#### [Task item]
In the data that follows, count each line with the string "marked"; the reply is the number only.
━━ Source records
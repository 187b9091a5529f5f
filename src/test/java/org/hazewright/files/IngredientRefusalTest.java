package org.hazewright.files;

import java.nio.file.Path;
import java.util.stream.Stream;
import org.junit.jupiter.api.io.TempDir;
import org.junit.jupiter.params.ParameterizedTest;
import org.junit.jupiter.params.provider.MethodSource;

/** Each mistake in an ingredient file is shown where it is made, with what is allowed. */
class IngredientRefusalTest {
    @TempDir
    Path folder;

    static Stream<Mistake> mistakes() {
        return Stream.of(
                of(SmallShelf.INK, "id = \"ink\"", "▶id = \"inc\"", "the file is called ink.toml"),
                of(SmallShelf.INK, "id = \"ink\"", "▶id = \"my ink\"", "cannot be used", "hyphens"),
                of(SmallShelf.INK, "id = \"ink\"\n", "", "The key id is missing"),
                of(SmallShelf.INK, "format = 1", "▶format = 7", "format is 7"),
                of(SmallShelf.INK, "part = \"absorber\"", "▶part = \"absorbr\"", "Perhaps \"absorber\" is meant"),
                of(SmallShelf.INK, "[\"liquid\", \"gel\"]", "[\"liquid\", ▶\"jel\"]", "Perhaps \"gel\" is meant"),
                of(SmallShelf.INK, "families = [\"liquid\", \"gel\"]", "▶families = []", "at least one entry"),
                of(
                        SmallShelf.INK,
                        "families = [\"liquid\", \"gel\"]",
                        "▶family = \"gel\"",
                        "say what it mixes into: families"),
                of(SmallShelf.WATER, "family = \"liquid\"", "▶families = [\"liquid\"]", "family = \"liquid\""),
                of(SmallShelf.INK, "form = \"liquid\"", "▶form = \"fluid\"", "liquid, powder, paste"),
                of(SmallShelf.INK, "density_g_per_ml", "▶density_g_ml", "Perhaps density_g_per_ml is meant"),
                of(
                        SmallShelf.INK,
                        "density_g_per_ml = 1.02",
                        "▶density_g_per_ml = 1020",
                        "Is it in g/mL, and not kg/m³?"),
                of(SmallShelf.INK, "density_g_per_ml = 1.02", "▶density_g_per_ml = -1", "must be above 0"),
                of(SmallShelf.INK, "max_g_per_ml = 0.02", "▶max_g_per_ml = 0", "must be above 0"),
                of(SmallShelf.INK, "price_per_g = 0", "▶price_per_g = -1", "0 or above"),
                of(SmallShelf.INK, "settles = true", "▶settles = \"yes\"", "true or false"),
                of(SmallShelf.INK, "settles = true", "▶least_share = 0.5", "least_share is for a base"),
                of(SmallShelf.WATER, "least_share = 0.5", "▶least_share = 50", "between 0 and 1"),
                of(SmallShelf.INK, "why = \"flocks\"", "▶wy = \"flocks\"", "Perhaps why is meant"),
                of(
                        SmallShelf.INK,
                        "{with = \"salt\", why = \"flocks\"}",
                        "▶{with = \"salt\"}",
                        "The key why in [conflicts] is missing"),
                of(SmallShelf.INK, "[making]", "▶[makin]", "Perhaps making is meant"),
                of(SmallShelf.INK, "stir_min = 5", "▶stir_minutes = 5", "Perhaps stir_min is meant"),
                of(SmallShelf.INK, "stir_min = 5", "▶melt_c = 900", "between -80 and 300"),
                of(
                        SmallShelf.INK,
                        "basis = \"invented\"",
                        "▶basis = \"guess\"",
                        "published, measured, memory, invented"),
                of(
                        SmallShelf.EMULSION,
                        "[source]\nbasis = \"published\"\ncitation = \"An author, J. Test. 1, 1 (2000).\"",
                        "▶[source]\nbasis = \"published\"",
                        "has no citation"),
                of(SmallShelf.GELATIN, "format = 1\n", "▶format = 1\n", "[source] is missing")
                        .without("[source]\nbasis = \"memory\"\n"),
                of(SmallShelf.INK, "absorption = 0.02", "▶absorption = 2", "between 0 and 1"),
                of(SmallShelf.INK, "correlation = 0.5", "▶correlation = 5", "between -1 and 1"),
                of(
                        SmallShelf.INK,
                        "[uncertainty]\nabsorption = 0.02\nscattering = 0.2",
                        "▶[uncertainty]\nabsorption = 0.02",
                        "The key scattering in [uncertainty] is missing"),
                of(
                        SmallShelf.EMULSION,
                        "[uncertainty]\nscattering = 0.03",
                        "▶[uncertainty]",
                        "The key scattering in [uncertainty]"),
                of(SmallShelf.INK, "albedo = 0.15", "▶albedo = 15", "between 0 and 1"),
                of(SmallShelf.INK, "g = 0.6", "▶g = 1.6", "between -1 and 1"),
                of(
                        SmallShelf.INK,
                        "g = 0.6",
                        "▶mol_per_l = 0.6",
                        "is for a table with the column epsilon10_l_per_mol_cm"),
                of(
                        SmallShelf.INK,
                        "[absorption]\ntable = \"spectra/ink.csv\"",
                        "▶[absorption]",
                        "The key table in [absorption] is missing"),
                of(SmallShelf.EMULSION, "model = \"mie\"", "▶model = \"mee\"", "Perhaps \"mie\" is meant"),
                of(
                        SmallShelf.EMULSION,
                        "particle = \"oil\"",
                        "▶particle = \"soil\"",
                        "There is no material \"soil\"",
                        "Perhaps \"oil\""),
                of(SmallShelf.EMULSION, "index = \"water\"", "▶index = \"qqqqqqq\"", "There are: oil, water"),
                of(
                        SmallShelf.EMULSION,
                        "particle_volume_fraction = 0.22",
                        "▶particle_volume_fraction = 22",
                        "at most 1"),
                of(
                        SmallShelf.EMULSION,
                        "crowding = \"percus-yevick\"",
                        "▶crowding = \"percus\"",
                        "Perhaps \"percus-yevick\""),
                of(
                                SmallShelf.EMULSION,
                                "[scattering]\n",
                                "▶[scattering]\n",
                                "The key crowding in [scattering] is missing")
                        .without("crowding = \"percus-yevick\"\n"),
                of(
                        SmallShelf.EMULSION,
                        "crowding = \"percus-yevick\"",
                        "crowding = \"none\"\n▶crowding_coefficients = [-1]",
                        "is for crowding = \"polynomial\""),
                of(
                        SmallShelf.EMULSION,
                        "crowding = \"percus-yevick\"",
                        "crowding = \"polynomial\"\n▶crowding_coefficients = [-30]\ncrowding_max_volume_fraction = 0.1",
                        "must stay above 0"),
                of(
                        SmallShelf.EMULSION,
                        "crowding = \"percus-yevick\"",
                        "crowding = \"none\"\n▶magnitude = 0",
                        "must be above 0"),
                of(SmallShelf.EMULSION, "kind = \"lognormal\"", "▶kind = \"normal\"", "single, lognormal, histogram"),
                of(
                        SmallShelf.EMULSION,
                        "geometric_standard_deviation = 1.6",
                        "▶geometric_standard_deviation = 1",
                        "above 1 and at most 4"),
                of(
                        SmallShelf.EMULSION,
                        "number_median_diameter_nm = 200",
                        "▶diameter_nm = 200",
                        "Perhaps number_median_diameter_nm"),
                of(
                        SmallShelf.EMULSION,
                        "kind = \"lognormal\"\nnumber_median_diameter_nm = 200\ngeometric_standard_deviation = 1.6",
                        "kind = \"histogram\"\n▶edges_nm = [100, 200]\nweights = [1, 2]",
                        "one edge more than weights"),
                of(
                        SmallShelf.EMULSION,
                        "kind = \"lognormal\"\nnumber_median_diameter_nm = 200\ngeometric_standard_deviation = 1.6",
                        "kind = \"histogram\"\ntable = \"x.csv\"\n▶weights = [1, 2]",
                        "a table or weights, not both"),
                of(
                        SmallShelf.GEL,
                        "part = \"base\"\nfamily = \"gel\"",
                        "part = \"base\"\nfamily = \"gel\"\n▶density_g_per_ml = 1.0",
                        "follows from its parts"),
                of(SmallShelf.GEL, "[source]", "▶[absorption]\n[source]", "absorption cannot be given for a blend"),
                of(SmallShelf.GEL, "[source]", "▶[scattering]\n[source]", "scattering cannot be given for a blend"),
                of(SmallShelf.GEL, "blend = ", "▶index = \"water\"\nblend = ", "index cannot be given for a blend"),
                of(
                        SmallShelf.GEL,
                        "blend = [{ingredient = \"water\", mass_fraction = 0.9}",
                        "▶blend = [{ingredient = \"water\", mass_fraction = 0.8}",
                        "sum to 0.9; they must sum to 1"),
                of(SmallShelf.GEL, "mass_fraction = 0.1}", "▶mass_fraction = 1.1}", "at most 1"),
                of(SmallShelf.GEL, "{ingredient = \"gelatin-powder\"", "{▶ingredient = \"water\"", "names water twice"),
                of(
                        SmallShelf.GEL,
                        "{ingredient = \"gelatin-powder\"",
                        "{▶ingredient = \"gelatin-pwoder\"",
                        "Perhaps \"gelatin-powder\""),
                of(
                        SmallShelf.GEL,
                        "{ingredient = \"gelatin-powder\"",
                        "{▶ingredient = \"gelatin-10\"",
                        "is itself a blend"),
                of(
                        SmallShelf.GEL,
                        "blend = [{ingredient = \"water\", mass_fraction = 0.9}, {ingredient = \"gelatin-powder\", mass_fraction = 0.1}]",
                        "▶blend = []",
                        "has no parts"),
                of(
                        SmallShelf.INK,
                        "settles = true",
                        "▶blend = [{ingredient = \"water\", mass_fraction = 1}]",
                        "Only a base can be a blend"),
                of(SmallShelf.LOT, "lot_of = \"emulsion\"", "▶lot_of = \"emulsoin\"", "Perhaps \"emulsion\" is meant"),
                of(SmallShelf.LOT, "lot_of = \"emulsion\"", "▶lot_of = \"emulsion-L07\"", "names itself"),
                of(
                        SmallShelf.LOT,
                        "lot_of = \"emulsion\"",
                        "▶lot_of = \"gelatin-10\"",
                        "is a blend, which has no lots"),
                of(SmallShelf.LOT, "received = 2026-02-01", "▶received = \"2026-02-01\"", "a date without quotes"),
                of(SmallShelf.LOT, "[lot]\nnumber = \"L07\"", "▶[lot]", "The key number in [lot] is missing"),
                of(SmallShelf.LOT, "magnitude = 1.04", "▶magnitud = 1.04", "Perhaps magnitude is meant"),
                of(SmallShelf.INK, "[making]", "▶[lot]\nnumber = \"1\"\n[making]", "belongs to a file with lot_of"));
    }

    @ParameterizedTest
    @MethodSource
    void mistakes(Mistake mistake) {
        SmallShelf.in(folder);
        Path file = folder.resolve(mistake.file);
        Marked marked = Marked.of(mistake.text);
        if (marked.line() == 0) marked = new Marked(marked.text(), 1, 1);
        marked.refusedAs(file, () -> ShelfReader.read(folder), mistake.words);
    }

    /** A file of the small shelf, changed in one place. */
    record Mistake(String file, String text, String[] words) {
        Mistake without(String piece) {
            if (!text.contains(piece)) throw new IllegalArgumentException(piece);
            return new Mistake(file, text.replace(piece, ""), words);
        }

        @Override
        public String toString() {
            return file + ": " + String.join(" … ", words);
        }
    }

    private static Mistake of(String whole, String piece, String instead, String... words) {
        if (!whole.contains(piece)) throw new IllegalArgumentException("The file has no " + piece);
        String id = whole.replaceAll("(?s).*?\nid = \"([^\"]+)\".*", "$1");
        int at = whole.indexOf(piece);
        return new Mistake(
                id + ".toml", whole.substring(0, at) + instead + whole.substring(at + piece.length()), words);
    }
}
━━━━
#### [Answer to the problem]
3